Saturday, June 1, 2013

Joyce B. Lohse Revisited



Joyce Lohse is an award-winning biographer and journalist, who accepted induction in the Colorado Women Hall of Fame for Eliza Routt, the subject of one of her biographies. Since 2002, she has worked as administrator for Women Writing the West.

Joyce, your books have won quite a few awards, which tells me that you spend a lot of time in research and writing. Which book was the most difficult to write and which did you enjoy most?
Each book has its own set of advantages and challenges. My shortest book, Justina Ford: Medical Pioneer, the first title in the “Now You Know Bio” series from Filter Press, was most difficult to write. Although Dr. Ford was a wonderful character, research material contemporary to her lifetime was scarce. Fortunately, she received recognition and was interviewed toward the end of her life. Through those precious retrospective articles, I was able to find her voice, and learn about her experiences, obstacles, and personality.

First Governor, First Lady: John and Eliza Routt of Colorado, is a personal favorite. For years, I was a journalistic drifter, unsure how and where to apply my writing skills. Through genealogy research of my ancestral cousin, Eliza Pickrell Routt, I found my niche in the world of biographies. Extensive research of the Routt’s lives and characters took about five years. That project also helped develop my knowledge and love of Colorado history. In 2008, I attained and accepted induction in the Colorado Women’s Hall of Fame for Eliza Routt. It was an accomplishment to speak on her behalf, and share her story with an audience of 750+ people.

Tell us about your journalism background. When did you begin writing?

I wrote stories and learned the power of the pen at an early age. A poem I wrote about my father riding the commuter train to Chicago each day was published in the local newspaper. Readers loved it. Soon, I was editor of the junior high newspaper, and was forevermore hooked on writing.

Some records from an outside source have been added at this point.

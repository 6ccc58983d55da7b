import { describe, expect, it } from 'vitest';
import { assemble } from '../../../engine/matrix/assemble.ts';
import type { SparseMatrix } from '../../../engine/matrix/pattern.ts';
import { identityOrder } from '../../../engine/matrix/permutation.ts';
import { randomOrder } from '../../support/random.ts';
import { figures, readableNames, readReference } from '../../support/reference.ts';
import { factorized } from './support.ts';

function real(n: number, entries: readonly (readonly [number, number, number])[]): SparseMatrix {
  return assemble({
    rows: n,
    columns: n,
    field: 'real',
    row: Int32Array.from(entries, (e) => e[0]),
    column: Int32Array.from(entries, (e) => e[1]),
    values: Float64Array.from(entries, (e) => e[2]),
  }).matrix;
}

/** Tridiagonal (−1, 2 − shift, −1): eigenvalues 2 − 2·cos(kπ/(n + 1)) − shift. */
function second(n: number, shift = 0): SparseMatrix {
  const entries: [number, number, number][] = [];
  for (let i = 0; i < n; i++) {
    entries.push([i, i, 2 - shift]);
    if (i > 0) entries.push([i, i - 1, -1], [i - 1, i, -1]);
  }
  return real(n, entries);
}

/** Five-point grid minus a shift: eigenvalues 4 − 2·cos(pπ/(k+1)) − 2·cos(qπ/(k+1)) − shift. */
function grid(k: number, shift: number): SparseMatrix {
  const entries: [number, number, number][] = [];
  for (let y = 0; y < k; y++) {
    for (let x = 0; x < k; x++) {
      const i = y * k + x;
      entries.push([i, i, 4 - shift]);
      if (x > 0) entries.push([i, i - 1, -1], [i - 1, i, -1]);
      if (y > 0) entries.push([i, i - k, -1], [i - k, i, -1]);
    }
  }
  return real(k * k, entries);
}

describe('determinant of (−1, 2, −1) is n + 1 (closed form)', () => {
  it.each(['cholesky', 'ldlt', 'lu'] as const)('%s', (kind) => {
    for (const n of [1, 2, 3, 10, 57, 400]) {
      const { report } = factorized(second(n), randomOrder(n, n), { kind, pivoting: 'threshold' }, 0.2);
      expect(report.logAbsDeterminant).toBeCloseTo(Math.log(n + 1), 10);
      expect(report.determinantSign).toEqual([1, 0]);
      if (kind !== 'lu') expect(report.inertia).toEqual([n, 0, 0]);
    }
  });

  it('has the scalings taken out again', () => {
    const n = 50;
    const rowScale = Float64Array.from({ length: n }, (_, i) => 2 ** ((i % 7) - 3));
    const columnScale = Float64Array.from({ length: n }, (_, i) => (i % 3 === 0 ? -1 : 1) * 2 ** ((i % 5) - 2));
    for (const kind of ['cholesky', 'ldlt', 'lu'] as const) {
      const options = { kind, pivoting: 'threshold', rowScale, columnScale } as const;
      const { report } = factorized(second(n), randomOrder(n, 3), options);
      expect(report.logAbsDeterminant).toBeCloseTo(Math.log(n + 1), 10);
      expect(report.determinantSign).toEqual([1, 0]);
    }
  });
});

describe('inertia and determinant of shifted grids from their known eigenvalues (closed form; Sylvester)', () => {
  it.each([0.37, 1.9, 3.3, 4.001, 6.1])('shift %f', (shift) => {
    const k = 9;
    let negative = 0;
    let logarithm = 0;
    for (let p = 1; p <= k; p++) {
      for (let q = 1; q <= k; q++) {
        const value = 4 - 2 * Math.cos((p * Math.PI) / (k + 1)) - 2 * Math.cos((q * Math.PI) / (k + 1)) - shift;
        if (value < 0) negative++;
        logarithm += Math.log(Math.abs(value));
      }
    }
    const n = k * k;
    for (const threshold of [0.5, 0.1, 0.001]) {
      const options = { kind: 'ldlt', pivoting: 'threshold', threshold } as const;
      const { report } = factorized(grid(k, shift), randomOrder(n, 7), options, 0.3);
      expect(report.inertia).toEqual([n - negative, negative, 0]);
      expect(report.logAbsDeterminant).toBeCloseTo(logarithm, 8);
      expect(report.determinantSign?.[0]).toBe(negative % 2 === 0 ? 1 : -1);
    }
    const lu = factorized(grid(k, shift), randomOrder(n, 8), { kind: 'lu', pivoting: 'threshold' }).report;
    expect(lu.logAbsDeterminant).toBeCloseTo(logarithm, 8);
    expect(lu.determinantSign?.[0]).toBe(negative % 2 === 0 ? 1 : -1);
    expect(lu.inertia).toBeNull();
  });
});

describe('growth', () => {
  it('is 2^(n−1) under partial pivoting for the matrix of Wilkinson 1963', () => {
    const n = 30;
    const entries: [number, number, number][] = [];
    for (let i = 0; i < n; i++) {
      for (let j = 0; j < i; j++) if (j < n - 1) entries.push([i, j, -1]);
      if (i < n - 1) entries.push([i, i, 1]);
      entries.push([i, n - 1, 1]);
    }
    const options = { kind: 'lu', pivoting: 'threshold', threshold: 1 } as const;
    const { report } = factorized(real(n, entries), identityOrder(n), options);
    expect(report.pivotGrowth).toBe(2 ** (n - 1));
    expect(report.counts.offDiagonal).toBe(0);
  });

  it('is 1/ε for [ε 1; 1 1] without pivoting and stays below 2 with threshold pivots', () => {
    const a = real(2, [
      [0, 0, 2 ** -40],
      [0, 1, 1],
      [1, 0, 1],
      [1, 1, 1],
    ]);
    const growth = (kind: 'ldlt' | 'lu', pivoting: 'none' | 'threshold') =>
      factorized(a, identityOrder(2), { kind, pivoting, threshold: 0.5 }).report.pivotGrowth as number;
    expect(growth('lu', 'none')).toBeGreaterThan(2 ** 39);
    expect(growth('ldlt', 'none')).toBeGreaterThan(2 ** 39);
    expect(growth('lu', 'threshold')).toBeLessThan(2);
    expect(growth('ldlt', 'threshold')).toBeLessThan(2);
  });
});

describe('the parity of row interchanges', () => {
  it('gives a cyclic shift of n rows its determinant (−1)^(n−1) (closed form)', () => {
    for (const n of [2, 3, 8, 9]) {
      const a = real(
        n,
        [...Array(n).keys()].map((i) => [i, (i + 1) % n, 1] as const),
      );
      const { report } = factorized(a, identityOrder(n), { kind: 'lu', pivoting: 'threshold' });
      expect(report.determinantSign).toEqual([(-1) ** (n - 1), 0]);
      expect(report.logAbsDeterminant).toBe(0);
      expect(report.counts.offDiagonal).toBe(n);
    }
  });
});

describe('open matrices against dense LAPACK through NumPy (test/reference)', () => {
  const names = readableNames().filter((name) => {
    const f = figures[name];
    return (
      f.field !== 'pattern' &&
      f.rows === f.columns &&
      f.rows <= 1200 &&
      typeof f.logAbsDeterminant === 'number' &&
      (f.condition1 ?? 1e99) < 1e13
    );
  });
  it('are there', () => expect(names.length).toBeGreaterThan(3));
  it.each(names)('%s: determinant and inertia', (name) => {
    const f = figures[name];
    const a = readReference(name);
    const given = f.orderings?.['minimum-degree']?.order;
    const order =
      given === undefined ? identityOrder(a.rows) : (Int32Array.from(given) as ReturnType<typeof identityOrder>);
    const close = Math.abs(f.logAbsDeterminant as number) * 1e-9 + 1e-4;
    const sign = typeof f.determinantSign === 'number' ? [f.determinantSign, 0] : (f.determinantSign as number[]);
    const lu = factorized(a, order, { kind: 'lu', pivoting: 'threshold', threshold: 0.1 }, 0.2).report;
    expect(Math.abs((lu.logAbsDeterminant as number) - (f.logAbsDeterminant as number))).toBeLessThan(close);
    expect(lu.determinantSign?.[0]).toBeCloseTo(sign[0], 5);
    expect(lu.determinantSign?.[1]).toBeCloseTo(sign[1], 5);
    if (f.valueSymmetric !== true) return;
    const ldlt = factorized(a, order, { kind: 'ldlt', pivoting: 'threshold' }, 0.2).report;
    expect(Math.abs((ldlt.logAbsDeterminant as number) - (f.logAbsDeterminant as number))).toBeLessThan(close);
    if (f.inertia !== undefined && f.field === 'real') expect(ldlt.inertia).toEqual(f.inertia);
    if (f.inertia?.[0] !== a.rows) return;
    const cholesky = factorized(a, order, { kind: 'cholesky', pivoting: 'none' }, 0.2).report;
    expect(Math.abs((cholesky.logAbsDeterminant as number) - (f.logAbsDeterminant as number))).toBeLessThan(close);
    expect(cholesky.factorEntries).toBe(f.orderings?.['minimum-degree']?.factorEntries);
  });
});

Later, at Northern Illinois University, I received a rock solid, old-school journalism education, producing stories with yellow second sheets on a manual typewriter. My specialties were feature writing and photojournalism. I especially enjoyed writing profiles about people and their lives.

For whom do you write?

I write for “all ages.” My titles for the “Now You Know Bios” series from Filter Press, an independent commercial publisher in Palmer Lake, Colorado, makes them accessible to many readers. My simple and direct journalistic style lends itself to a wide reading audience. However, I need to restrain myself from getting carried away. For instance, I acquired enough material about General William Palmer and Baby Doe Tabor to write two or three bios.  Although it was a sad and painful process to remove half of my work from the Palmer manuscript, the book has done well. It received the 2010 Best YA Nonfiction Award from the Colorado Author’s League.
 
What sparks your interest in people that determines whether you write about them?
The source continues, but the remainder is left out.